Exercise instructions » Take the entries below and print only the lines from the one with "printed name. */" through the one with "its instant. */", exactly as they stand, both ends included.

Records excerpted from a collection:

>>>

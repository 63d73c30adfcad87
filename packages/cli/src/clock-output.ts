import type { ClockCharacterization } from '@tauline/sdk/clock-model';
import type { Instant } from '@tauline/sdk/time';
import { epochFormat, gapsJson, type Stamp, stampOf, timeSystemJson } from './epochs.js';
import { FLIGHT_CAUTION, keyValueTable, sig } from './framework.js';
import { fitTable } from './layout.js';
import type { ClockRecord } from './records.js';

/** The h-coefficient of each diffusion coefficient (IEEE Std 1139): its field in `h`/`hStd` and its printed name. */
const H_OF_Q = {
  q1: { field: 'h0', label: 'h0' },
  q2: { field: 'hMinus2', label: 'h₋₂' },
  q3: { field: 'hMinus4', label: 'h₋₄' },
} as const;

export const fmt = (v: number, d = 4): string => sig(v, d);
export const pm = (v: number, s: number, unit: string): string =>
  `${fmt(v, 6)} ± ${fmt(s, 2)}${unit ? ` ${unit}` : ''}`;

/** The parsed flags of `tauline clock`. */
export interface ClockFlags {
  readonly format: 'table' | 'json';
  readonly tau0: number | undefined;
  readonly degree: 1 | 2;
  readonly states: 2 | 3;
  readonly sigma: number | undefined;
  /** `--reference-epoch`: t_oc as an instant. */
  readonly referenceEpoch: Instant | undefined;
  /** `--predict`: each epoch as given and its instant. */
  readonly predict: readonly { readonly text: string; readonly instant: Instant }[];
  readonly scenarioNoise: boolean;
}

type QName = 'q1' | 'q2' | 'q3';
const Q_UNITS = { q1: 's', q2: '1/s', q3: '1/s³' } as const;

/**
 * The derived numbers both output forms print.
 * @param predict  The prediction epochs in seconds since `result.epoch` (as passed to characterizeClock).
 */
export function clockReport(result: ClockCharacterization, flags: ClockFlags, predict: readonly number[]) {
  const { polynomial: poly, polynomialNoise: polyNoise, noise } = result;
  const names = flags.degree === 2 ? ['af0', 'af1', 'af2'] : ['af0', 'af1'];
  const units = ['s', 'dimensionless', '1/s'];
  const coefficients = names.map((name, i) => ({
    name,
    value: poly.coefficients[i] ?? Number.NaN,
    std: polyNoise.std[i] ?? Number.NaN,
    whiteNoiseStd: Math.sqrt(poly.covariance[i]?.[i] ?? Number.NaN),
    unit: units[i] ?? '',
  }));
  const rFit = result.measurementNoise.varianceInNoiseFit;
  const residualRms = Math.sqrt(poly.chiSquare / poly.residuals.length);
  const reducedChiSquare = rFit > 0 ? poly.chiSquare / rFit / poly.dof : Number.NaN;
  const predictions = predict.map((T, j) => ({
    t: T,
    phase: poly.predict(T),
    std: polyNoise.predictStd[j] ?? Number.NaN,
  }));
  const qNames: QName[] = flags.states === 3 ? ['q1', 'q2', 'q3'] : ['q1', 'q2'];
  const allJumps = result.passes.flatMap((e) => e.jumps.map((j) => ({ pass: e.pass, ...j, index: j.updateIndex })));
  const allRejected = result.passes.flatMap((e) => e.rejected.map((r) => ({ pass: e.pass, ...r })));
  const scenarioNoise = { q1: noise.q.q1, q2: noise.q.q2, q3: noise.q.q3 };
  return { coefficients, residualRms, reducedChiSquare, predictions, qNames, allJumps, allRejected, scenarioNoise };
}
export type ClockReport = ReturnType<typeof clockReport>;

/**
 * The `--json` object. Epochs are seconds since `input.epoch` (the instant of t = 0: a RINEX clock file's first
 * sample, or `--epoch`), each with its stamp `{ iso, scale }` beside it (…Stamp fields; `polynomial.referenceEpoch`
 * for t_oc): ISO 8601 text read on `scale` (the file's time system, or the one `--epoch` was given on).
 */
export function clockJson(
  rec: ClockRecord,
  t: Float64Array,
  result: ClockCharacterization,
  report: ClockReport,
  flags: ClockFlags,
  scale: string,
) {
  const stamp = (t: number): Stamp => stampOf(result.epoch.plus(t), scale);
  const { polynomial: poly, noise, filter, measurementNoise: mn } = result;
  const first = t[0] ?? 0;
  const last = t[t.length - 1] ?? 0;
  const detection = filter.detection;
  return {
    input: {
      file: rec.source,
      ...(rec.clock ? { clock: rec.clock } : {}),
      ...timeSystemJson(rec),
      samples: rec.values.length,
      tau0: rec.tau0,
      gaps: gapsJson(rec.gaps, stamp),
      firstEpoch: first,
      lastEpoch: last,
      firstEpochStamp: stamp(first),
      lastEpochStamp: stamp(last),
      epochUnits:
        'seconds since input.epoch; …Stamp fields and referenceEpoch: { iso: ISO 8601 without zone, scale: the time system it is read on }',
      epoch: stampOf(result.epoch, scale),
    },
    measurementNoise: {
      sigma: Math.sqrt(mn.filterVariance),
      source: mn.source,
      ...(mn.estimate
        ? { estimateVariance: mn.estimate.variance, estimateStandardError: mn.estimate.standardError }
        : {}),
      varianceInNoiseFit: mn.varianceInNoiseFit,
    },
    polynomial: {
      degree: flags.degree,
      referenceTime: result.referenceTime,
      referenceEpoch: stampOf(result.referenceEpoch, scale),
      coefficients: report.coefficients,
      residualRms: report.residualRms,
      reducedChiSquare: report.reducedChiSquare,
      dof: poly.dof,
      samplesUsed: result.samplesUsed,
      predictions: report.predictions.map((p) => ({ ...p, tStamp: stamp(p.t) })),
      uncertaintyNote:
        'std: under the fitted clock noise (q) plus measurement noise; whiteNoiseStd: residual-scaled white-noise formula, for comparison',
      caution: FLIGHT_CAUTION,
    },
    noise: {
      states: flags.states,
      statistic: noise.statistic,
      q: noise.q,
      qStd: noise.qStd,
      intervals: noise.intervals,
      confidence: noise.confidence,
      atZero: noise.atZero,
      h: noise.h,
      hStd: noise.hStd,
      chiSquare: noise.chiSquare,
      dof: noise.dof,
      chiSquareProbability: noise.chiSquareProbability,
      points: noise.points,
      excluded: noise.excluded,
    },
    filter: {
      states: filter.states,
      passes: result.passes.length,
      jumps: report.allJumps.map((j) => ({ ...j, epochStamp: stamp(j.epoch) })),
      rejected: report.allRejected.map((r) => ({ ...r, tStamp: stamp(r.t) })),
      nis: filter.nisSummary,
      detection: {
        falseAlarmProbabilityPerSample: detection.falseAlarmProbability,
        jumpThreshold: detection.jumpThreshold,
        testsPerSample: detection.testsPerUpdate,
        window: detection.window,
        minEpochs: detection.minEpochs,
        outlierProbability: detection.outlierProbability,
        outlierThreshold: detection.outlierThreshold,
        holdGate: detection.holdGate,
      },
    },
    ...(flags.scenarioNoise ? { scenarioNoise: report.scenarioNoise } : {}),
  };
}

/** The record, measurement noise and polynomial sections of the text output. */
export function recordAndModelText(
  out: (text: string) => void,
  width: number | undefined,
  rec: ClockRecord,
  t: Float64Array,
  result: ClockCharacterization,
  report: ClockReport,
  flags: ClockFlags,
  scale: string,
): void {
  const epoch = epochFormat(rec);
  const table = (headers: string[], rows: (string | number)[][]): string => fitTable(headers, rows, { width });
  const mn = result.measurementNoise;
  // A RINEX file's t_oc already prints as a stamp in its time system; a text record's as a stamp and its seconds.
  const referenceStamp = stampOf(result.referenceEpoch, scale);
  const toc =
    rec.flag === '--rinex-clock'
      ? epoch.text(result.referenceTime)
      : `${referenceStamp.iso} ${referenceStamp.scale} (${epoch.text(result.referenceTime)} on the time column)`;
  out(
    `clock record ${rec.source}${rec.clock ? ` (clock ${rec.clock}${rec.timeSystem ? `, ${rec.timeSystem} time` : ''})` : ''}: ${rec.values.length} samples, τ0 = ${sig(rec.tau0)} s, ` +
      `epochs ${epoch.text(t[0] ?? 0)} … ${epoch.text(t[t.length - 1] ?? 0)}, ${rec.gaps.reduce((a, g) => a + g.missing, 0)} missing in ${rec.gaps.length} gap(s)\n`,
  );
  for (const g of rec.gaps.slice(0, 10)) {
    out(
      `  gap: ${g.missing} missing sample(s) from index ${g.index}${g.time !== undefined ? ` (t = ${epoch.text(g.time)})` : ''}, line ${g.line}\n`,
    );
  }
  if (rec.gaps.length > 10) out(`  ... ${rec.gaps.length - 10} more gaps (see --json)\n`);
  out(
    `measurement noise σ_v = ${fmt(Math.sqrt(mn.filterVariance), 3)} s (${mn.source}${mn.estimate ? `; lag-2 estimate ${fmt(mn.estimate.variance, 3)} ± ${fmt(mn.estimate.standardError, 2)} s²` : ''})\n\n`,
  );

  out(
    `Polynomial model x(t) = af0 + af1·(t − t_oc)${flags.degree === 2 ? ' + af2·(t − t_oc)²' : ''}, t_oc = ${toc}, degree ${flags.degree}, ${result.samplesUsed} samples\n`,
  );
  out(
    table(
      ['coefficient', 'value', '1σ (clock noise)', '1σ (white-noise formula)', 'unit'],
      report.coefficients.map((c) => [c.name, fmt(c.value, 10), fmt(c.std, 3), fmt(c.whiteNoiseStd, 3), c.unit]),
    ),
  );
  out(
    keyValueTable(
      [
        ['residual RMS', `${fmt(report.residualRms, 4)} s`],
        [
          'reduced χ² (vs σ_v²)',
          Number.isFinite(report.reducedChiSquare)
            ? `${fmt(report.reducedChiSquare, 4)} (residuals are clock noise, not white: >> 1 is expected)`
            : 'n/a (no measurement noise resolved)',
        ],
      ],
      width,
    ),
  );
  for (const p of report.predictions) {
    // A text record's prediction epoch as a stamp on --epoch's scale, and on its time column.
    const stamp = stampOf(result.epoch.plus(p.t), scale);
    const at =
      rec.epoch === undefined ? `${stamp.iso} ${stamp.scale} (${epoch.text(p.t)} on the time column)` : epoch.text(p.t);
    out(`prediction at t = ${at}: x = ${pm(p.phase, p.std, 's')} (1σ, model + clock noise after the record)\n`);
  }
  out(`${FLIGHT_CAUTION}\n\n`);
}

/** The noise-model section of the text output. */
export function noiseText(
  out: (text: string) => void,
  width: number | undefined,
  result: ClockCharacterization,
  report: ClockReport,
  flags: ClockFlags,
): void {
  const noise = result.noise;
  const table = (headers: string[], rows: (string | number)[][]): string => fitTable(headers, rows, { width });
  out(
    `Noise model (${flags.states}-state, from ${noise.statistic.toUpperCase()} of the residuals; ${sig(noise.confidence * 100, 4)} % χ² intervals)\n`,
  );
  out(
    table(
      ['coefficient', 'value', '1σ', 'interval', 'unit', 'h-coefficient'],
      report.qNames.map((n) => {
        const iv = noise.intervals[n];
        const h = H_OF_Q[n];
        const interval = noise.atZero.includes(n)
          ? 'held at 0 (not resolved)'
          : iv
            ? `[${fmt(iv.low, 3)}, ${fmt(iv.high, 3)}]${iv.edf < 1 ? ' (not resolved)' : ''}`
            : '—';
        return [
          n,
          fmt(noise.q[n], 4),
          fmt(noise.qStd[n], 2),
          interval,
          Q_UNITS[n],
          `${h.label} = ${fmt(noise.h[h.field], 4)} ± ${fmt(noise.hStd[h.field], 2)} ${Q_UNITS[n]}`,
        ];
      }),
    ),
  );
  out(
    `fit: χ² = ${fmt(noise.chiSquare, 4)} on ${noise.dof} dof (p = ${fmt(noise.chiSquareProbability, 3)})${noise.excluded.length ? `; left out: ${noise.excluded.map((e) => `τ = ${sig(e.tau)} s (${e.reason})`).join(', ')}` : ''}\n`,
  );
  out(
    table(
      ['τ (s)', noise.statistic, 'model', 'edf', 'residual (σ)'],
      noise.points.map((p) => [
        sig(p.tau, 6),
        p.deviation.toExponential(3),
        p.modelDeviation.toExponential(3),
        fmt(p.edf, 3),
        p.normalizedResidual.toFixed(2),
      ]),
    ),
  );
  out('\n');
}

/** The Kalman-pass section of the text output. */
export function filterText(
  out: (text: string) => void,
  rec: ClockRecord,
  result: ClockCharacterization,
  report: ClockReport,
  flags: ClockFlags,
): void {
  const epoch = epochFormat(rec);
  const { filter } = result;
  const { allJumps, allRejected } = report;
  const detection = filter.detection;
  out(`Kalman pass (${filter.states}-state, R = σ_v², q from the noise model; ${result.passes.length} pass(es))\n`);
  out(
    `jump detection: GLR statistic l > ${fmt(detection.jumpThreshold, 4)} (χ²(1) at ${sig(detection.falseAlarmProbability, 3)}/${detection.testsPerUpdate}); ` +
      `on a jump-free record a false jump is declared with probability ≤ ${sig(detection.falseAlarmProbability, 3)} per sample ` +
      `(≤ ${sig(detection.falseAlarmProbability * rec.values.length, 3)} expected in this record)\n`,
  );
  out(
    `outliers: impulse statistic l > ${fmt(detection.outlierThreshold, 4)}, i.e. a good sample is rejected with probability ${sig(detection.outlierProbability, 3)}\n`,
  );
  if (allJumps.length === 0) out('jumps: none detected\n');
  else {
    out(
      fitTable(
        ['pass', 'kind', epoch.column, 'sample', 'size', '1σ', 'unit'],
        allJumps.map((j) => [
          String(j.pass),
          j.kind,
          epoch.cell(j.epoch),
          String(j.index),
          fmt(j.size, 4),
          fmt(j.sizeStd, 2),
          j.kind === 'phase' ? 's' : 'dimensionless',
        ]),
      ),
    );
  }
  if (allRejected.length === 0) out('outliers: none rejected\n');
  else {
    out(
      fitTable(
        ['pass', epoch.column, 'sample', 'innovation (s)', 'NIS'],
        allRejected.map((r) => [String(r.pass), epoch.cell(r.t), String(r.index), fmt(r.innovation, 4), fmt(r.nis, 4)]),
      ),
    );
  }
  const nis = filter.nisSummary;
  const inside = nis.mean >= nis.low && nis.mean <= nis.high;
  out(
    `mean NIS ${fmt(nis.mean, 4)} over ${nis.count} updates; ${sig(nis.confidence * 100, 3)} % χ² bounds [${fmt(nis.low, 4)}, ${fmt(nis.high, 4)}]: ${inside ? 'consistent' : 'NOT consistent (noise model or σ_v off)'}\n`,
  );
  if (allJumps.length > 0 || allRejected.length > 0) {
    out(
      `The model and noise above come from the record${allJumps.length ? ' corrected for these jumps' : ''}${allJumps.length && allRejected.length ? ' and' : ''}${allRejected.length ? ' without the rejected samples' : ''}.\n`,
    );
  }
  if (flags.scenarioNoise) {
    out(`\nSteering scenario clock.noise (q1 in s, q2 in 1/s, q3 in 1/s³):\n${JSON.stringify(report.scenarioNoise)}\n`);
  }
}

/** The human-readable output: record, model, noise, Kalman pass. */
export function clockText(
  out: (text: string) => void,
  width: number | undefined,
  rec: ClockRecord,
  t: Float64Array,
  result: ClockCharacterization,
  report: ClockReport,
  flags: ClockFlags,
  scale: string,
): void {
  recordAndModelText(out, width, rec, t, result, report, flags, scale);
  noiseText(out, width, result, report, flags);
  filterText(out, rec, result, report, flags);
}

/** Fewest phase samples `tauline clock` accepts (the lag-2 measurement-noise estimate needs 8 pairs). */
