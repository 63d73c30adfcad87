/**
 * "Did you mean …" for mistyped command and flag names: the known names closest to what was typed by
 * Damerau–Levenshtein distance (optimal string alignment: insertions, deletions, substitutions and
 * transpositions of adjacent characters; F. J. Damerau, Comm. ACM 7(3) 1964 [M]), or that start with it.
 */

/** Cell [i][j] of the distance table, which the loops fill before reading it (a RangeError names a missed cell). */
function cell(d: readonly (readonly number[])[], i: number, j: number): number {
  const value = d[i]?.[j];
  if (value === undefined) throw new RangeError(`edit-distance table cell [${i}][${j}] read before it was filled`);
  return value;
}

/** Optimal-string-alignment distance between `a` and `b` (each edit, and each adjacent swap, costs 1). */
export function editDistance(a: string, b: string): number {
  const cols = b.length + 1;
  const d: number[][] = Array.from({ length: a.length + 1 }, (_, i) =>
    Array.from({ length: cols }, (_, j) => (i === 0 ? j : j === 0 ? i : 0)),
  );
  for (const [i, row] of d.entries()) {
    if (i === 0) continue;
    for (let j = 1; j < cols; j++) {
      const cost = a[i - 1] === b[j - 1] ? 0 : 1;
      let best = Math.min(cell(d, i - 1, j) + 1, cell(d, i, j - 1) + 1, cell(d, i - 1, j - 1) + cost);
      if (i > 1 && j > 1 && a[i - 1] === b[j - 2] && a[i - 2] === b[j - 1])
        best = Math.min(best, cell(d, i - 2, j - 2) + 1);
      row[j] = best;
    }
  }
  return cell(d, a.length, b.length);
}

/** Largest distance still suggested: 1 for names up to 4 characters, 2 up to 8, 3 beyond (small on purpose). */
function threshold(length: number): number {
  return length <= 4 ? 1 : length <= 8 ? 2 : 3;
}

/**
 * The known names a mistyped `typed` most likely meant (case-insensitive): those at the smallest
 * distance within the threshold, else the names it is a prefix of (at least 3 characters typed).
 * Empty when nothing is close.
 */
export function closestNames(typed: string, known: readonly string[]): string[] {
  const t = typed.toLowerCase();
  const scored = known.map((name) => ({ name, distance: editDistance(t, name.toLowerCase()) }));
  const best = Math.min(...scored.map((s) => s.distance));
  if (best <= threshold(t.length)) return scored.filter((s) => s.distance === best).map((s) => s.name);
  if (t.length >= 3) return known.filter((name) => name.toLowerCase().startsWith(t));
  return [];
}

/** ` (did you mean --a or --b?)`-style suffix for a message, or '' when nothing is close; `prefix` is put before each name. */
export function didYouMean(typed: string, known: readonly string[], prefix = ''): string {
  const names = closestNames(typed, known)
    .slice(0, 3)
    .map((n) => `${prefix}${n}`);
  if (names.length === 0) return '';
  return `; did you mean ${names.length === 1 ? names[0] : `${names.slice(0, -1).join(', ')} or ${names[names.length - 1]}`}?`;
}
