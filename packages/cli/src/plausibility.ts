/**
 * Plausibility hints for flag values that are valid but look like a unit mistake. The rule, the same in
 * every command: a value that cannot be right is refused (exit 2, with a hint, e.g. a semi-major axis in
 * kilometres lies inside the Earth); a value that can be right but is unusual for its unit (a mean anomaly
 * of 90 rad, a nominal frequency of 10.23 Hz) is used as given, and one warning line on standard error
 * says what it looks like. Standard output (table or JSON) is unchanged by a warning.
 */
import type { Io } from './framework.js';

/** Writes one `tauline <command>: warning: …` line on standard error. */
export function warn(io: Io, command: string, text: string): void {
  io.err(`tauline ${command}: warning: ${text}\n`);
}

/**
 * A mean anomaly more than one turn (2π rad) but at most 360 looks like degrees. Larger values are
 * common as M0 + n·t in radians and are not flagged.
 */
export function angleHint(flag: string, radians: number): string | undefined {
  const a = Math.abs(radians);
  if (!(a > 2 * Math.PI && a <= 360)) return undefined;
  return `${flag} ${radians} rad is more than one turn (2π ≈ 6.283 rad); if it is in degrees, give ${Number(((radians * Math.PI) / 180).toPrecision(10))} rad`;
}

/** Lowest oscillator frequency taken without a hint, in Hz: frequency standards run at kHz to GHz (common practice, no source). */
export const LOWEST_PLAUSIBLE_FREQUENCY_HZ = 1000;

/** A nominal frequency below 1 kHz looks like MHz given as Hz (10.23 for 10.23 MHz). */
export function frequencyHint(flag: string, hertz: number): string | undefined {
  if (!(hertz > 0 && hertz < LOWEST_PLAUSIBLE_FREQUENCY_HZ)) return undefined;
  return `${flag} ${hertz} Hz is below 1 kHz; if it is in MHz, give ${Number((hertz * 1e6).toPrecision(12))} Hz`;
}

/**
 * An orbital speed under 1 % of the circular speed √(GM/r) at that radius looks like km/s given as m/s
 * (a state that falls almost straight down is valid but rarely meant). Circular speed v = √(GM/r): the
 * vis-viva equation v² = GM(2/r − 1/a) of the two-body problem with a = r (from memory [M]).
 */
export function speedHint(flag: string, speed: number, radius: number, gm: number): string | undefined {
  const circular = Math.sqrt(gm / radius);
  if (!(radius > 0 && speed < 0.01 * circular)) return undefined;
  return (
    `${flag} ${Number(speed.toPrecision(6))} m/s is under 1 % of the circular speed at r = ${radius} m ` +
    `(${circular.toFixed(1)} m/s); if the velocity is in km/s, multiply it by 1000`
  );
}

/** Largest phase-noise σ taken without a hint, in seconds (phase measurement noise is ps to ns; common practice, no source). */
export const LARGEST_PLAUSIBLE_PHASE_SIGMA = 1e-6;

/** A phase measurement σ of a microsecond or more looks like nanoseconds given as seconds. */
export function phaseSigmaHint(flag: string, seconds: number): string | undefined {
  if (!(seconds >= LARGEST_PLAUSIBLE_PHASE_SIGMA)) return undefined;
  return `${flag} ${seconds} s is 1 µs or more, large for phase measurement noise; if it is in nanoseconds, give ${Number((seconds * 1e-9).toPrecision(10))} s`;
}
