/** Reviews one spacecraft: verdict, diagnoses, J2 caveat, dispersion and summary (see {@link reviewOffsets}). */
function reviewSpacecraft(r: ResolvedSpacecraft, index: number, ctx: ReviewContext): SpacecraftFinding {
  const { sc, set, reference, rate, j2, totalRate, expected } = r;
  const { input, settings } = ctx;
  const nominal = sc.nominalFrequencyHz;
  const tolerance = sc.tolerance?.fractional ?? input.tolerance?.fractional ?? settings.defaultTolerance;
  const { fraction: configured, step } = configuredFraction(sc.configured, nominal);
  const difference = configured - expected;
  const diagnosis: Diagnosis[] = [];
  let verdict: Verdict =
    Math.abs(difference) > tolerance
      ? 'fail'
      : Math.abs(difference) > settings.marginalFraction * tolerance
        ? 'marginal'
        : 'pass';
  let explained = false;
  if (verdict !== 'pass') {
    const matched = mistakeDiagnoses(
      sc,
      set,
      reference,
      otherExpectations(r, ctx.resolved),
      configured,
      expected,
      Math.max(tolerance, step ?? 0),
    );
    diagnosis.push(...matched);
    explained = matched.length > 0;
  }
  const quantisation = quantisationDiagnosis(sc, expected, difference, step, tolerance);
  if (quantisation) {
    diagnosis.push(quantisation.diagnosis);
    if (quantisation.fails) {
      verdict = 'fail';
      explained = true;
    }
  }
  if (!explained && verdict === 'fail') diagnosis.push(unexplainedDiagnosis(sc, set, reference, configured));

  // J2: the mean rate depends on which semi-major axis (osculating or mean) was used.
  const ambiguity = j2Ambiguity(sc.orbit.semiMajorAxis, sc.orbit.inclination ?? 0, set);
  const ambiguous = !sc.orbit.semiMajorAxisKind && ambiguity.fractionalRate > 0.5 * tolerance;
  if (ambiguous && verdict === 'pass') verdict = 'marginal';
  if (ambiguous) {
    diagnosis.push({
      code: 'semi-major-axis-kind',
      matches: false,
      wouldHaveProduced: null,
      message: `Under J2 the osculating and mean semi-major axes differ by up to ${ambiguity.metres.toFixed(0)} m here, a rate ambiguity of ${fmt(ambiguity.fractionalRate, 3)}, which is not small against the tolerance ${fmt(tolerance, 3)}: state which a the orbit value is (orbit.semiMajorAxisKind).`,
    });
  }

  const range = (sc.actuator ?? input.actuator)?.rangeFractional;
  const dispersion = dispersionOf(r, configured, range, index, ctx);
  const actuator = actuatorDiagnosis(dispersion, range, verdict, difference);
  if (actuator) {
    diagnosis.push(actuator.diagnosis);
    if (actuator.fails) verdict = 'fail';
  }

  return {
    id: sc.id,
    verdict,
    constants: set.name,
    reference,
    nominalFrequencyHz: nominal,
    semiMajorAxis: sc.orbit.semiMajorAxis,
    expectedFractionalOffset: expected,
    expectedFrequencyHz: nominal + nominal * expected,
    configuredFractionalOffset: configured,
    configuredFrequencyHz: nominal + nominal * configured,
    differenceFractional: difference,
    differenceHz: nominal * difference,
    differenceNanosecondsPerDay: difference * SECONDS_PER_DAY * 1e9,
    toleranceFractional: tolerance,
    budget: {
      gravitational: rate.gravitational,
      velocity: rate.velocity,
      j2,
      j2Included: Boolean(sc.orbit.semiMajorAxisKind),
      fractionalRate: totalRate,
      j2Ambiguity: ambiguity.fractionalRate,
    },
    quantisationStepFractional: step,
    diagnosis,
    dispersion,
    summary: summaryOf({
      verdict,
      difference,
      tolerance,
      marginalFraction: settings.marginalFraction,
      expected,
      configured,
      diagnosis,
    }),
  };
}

<<<

Answer to this exercise »
/** The h-coefficient of each diffusion coefficient (IEEE Std 1139): its field in `h`/`hStd` and its printed name. */
const H_OF_Q = {
  q1: { field: 'h0', label: 'h0' },
  q2: { field: 'hMinus2', label: 'h₋₂' },
  q3: { field: 'hMinus4', label: 'h₋₄' },
} as const;

export const fmt = (v: number, d = 4): string => sig(v, d);
export const pm = (v: number, s: number, unit: string): string =>
  `${fmt(v, 6)} ± ${fmt(s, 2)}${unit ? ` ${unit}` : ''}`;

/** The parsed flags of `tauline clock`. */
export interface ClockFlags {
  readonly format: 'table' | 'json';
  readonly tau0: number | undefined;
  readonly degree: 1 | 2;
  readonly states: 2 | 3;
  readonly sigma: number | undefined;
  /** `--reference-epoch`: t_oc as an instant. */
  readonly referenceEpoch: Instant | undefined;
  /** `--predict`: each epoch as given and its instant. */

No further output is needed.